ACTIVITY: Pick the lines holding the string "async" out of the records and copy them.

[Excerpts from a dataset]
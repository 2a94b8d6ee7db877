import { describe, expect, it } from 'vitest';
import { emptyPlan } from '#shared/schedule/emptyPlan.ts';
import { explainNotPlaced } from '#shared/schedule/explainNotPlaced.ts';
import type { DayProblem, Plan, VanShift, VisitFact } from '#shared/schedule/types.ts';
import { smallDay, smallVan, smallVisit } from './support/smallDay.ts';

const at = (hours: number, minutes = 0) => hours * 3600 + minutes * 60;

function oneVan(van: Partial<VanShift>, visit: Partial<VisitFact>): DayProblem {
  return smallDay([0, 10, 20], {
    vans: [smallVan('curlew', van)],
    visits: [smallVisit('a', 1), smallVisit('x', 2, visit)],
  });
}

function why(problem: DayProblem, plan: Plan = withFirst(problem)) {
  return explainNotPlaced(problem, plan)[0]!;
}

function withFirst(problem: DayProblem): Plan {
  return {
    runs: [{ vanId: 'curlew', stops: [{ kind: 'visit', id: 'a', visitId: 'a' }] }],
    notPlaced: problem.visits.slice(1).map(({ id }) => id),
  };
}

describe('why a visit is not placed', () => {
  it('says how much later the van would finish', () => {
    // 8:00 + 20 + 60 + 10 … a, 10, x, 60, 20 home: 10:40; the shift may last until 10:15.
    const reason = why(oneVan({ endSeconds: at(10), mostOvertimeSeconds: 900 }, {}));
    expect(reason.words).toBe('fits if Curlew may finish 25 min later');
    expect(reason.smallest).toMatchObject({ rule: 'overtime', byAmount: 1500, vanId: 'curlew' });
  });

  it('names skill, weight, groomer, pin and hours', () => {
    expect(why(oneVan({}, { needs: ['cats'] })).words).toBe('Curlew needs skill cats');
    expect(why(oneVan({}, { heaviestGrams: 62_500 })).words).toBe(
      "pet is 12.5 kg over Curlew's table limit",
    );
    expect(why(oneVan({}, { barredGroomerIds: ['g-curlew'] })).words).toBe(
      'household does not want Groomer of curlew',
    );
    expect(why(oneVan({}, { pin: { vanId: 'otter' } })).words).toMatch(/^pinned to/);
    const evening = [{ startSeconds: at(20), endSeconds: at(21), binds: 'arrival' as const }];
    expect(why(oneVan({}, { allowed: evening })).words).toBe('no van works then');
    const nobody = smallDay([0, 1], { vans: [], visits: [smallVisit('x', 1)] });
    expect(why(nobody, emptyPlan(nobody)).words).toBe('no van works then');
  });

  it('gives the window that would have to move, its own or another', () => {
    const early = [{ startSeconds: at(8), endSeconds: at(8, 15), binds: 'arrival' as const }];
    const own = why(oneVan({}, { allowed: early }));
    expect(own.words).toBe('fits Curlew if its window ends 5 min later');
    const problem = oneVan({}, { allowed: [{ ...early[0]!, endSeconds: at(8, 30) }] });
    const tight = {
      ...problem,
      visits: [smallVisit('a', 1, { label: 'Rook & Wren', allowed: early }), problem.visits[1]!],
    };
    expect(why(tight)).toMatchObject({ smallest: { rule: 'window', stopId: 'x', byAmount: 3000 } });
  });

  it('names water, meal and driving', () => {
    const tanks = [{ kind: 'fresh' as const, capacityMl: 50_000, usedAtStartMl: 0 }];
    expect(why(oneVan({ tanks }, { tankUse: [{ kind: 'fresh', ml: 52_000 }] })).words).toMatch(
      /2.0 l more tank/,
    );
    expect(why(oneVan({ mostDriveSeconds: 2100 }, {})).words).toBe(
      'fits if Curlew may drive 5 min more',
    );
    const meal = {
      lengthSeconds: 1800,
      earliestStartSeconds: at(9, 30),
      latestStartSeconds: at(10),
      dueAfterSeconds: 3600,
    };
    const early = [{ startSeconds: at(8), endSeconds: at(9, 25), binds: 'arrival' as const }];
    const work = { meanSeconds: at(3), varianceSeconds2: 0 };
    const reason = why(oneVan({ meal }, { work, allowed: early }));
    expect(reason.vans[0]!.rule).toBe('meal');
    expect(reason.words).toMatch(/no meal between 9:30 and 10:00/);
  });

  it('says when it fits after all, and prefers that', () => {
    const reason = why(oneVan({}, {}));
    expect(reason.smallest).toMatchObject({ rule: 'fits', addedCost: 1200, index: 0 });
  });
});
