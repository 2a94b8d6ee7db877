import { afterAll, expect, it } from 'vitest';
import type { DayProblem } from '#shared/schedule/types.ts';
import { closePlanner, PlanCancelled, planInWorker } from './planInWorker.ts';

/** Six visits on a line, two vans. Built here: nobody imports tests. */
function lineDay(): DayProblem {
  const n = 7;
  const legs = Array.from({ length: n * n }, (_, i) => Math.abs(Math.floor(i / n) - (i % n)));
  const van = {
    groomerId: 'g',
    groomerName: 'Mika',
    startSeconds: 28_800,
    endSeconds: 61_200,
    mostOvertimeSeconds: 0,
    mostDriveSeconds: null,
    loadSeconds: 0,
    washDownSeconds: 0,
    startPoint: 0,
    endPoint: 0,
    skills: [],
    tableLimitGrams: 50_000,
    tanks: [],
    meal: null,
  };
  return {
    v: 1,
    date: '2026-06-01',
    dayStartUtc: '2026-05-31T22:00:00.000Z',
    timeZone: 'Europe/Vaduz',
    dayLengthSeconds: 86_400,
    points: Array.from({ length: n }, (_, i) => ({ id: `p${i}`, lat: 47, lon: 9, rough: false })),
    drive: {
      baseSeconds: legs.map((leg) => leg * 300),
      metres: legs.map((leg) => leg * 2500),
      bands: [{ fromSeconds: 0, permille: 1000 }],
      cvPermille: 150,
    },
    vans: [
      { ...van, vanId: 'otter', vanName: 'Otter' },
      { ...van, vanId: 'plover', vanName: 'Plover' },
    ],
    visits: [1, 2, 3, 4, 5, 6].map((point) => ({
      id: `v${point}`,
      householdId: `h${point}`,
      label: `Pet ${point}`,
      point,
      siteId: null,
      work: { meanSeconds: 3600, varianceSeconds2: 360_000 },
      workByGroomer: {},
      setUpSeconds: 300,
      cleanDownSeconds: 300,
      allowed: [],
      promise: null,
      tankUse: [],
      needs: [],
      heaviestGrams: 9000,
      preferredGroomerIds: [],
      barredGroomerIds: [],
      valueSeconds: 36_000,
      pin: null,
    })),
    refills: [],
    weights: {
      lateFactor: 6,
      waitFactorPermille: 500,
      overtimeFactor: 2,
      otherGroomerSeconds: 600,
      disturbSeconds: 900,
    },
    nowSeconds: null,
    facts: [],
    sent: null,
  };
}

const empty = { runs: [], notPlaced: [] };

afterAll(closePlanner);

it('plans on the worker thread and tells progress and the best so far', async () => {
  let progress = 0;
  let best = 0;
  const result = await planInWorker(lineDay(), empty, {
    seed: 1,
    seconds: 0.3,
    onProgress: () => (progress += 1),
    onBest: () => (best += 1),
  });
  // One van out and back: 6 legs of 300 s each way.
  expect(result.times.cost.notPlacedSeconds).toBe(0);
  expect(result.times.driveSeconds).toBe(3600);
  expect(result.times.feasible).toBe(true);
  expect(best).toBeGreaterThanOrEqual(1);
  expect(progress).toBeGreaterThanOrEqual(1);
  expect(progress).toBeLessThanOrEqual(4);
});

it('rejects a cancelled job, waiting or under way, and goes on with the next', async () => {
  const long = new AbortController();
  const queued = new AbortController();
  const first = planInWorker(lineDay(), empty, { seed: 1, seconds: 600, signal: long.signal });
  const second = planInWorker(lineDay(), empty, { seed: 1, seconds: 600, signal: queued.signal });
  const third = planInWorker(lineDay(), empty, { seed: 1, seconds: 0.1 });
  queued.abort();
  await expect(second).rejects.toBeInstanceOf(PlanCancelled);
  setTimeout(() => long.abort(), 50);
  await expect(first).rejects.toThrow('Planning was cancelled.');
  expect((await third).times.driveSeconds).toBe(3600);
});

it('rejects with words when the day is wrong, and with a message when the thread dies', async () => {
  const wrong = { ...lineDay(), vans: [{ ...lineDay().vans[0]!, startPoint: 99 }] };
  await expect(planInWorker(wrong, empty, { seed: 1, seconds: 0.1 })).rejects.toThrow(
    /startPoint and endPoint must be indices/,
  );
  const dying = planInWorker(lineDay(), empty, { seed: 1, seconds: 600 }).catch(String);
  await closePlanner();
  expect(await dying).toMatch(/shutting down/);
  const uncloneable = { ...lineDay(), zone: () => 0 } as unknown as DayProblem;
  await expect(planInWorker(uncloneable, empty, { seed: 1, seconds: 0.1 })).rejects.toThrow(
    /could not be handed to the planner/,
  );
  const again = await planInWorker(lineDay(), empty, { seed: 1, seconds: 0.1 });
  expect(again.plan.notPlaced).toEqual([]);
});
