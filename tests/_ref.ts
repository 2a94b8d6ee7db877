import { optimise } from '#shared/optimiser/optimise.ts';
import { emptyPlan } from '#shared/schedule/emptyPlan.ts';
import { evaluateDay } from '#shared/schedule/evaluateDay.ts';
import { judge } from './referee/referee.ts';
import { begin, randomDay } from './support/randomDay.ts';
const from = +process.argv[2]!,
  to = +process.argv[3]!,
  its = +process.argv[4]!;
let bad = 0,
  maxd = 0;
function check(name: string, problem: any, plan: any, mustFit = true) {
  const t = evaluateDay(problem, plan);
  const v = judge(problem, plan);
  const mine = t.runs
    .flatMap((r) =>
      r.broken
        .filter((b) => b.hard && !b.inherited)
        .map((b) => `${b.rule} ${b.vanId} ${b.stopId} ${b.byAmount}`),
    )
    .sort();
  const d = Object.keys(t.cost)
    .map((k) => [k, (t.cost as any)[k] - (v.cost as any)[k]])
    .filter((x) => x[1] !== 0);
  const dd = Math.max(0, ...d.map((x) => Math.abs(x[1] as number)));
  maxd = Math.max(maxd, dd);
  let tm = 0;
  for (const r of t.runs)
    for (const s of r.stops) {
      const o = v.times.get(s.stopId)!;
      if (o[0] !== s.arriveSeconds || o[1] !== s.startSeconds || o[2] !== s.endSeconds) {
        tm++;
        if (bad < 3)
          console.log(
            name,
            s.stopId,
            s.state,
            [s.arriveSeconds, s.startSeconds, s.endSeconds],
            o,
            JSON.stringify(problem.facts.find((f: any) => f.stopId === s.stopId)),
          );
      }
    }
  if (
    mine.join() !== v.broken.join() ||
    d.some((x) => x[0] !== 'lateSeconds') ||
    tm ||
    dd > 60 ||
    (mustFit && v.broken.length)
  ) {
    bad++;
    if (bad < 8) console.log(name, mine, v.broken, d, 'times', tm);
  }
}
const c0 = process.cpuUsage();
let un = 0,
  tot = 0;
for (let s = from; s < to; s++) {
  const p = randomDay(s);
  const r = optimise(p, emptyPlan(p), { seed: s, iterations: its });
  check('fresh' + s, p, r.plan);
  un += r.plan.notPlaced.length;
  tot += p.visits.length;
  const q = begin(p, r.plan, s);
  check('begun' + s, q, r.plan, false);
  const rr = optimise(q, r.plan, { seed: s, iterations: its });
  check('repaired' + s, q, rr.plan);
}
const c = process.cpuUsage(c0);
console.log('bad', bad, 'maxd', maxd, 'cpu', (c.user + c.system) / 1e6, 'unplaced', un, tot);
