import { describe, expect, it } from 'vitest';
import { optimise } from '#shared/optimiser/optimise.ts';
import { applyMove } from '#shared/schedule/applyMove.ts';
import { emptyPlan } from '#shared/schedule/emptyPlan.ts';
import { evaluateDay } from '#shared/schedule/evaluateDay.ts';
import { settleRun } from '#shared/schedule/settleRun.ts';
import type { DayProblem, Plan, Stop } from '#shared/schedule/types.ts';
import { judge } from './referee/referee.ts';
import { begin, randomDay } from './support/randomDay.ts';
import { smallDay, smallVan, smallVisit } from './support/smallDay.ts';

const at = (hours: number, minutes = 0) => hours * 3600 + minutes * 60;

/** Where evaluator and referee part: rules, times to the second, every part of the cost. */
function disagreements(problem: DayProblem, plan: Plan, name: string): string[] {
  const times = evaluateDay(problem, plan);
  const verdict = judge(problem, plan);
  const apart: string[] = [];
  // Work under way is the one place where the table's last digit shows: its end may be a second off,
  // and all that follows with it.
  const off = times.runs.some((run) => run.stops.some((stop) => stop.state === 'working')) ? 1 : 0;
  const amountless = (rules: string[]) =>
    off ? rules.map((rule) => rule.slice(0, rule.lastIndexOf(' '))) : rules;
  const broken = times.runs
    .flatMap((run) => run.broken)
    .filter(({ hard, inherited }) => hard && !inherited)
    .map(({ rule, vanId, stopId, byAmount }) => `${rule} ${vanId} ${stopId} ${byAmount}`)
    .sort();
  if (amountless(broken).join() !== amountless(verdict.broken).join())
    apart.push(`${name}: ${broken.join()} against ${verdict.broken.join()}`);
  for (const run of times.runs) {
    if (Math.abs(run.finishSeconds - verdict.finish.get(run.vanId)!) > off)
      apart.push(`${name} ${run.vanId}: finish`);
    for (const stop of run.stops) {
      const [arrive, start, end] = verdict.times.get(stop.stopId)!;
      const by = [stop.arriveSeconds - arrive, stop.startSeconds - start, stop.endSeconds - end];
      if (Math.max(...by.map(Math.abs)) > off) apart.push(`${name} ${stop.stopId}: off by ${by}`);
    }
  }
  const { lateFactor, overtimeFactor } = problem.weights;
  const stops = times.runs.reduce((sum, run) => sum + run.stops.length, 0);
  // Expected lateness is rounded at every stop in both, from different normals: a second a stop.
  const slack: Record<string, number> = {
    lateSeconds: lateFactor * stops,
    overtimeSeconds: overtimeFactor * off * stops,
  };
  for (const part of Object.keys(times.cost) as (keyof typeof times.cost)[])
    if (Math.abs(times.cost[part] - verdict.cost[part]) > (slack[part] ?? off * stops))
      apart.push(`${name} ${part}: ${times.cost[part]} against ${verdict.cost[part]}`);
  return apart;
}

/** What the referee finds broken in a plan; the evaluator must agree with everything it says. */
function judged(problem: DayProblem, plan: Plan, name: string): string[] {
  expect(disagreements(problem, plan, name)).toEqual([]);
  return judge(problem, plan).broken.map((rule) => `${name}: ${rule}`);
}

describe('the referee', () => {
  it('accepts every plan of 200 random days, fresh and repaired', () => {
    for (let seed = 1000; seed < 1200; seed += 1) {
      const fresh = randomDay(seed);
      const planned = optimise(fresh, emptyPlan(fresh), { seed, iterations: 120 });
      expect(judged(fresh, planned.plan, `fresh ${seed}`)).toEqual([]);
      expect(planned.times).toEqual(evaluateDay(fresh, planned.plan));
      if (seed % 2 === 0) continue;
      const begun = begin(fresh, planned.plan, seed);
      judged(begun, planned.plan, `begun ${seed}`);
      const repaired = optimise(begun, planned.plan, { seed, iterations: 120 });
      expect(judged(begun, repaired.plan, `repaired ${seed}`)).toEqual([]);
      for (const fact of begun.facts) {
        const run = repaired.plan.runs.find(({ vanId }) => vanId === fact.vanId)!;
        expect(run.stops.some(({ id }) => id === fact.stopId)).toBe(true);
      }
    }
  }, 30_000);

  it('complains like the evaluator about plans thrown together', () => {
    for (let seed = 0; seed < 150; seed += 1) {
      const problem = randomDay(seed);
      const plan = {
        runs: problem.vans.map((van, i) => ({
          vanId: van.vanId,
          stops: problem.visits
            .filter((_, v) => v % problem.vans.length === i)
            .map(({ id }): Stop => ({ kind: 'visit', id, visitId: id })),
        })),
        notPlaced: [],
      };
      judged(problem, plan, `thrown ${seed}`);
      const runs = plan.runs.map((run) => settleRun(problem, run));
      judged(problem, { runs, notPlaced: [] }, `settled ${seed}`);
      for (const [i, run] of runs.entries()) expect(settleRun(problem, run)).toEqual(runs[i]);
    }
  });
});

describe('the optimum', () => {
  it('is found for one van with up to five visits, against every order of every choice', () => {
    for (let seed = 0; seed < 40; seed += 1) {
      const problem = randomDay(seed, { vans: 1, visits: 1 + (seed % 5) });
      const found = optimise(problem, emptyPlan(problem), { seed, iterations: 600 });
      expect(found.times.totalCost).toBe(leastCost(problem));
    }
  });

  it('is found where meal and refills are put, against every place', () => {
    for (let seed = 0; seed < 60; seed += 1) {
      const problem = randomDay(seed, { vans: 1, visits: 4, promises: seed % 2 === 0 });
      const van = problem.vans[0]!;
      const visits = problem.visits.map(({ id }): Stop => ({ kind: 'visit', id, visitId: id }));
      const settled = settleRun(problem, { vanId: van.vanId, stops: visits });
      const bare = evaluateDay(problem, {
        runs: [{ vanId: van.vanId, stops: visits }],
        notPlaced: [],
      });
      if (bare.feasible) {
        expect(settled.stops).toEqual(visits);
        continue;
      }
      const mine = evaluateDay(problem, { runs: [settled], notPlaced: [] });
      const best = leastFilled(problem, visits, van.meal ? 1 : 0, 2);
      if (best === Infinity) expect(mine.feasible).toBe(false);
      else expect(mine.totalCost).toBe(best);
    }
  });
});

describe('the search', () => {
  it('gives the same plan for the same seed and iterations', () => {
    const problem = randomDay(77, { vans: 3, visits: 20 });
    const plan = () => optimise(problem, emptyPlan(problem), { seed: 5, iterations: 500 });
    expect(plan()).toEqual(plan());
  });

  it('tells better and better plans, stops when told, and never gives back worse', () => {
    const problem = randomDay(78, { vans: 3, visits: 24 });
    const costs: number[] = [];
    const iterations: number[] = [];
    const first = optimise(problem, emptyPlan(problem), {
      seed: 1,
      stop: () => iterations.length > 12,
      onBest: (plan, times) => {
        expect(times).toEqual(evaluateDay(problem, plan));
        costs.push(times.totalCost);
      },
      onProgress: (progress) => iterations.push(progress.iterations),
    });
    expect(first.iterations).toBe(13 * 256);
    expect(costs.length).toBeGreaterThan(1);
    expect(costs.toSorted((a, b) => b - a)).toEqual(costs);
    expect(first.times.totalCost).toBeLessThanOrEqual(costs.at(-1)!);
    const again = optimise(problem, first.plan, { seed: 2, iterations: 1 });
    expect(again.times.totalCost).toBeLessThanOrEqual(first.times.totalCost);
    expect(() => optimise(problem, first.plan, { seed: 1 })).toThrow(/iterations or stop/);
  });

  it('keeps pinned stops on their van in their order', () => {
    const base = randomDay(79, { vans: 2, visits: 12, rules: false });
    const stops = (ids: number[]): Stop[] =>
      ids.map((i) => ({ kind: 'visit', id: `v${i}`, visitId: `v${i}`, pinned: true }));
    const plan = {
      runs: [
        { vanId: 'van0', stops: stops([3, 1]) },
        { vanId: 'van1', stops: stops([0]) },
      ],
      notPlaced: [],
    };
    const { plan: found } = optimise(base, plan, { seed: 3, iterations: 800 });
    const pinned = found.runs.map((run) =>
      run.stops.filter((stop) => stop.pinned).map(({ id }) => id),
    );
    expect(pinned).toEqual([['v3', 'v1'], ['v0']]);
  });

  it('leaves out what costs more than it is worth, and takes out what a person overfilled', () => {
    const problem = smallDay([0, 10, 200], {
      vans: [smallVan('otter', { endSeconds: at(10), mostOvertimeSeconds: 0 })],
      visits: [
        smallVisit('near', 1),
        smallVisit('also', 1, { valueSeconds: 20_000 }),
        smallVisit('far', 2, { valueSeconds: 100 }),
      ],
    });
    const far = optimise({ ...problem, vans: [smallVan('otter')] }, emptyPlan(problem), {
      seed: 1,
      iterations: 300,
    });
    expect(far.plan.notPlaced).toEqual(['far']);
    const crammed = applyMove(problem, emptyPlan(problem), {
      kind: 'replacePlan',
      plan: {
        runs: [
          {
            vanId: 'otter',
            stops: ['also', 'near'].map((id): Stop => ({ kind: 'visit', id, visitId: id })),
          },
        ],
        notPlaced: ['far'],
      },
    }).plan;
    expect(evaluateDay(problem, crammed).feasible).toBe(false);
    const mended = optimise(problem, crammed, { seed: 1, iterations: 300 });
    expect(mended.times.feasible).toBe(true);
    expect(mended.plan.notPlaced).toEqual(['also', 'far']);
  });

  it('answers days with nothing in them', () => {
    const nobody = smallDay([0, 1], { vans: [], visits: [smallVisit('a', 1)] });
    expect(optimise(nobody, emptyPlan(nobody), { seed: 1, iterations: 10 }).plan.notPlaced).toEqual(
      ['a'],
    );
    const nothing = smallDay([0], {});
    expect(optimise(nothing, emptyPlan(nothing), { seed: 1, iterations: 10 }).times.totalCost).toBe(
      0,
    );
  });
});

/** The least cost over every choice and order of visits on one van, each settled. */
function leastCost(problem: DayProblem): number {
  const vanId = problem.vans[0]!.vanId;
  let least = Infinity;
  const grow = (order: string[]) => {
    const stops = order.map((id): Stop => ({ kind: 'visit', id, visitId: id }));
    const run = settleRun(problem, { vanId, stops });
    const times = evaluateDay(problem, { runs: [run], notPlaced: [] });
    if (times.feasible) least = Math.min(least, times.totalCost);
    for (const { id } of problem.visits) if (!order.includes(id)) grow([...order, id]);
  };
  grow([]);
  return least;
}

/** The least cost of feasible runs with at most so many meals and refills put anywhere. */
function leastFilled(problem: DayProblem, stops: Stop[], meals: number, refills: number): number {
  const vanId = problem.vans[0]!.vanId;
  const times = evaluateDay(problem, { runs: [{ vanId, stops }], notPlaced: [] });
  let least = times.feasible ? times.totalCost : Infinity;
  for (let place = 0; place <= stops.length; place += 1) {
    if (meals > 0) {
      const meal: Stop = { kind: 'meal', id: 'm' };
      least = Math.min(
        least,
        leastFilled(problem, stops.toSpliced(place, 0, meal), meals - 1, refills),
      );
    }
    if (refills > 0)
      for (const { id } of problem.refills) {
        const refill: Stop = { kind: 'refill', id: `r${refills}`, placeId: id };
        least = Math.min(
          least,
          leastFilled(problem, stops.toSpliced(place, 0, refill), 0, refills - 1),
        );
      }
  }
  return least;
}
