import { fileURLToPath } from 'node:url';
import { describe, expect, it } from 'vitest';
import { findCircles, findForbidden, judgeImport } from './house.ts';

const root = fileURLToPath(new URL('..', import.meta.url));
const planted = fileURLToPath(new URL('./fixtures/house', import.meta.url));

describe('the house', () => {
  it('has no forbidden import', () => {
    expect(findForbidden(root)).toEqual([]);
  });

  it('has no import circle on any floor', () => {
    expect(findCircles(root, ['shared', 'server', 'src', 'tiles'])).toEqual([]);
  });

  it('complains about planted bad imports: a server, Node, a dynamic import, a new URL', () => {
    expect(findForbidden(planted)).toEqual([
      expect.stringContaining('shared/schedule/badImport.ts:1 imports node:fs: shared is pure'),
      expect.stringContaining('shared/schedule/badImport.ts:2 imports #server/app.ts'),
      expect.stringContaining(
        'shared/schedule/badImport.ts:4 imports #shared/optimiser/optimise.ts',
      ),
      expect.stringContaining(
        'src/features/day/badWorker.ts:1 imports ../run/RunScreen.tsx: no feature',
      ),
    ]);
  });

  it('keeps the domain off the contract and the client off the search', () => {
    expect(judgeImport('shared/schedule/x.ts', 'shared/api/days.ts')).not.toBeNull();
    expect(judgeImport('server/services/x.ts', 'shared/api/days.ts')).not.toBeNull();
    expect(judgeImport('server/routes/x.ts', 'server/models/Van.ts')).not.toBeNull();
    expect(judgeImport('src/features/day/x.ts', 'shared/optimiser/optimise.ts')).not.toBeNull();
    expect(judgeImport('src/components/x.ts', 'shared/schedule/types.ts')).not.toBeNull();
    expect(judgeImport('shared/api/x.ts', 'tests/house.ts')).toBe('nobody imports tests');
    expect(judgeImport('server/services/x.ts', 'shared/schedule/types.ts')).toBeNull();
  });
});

REPLY TO THE TASK:
it('plans on the worker thread and tells progress and the best so far', async () => {
it('rejects a cancelled job, waiting or under way, and goes on with the next', async () => {
it('rejects with words when the day is wrong, and with a message when the thread dies', async () => {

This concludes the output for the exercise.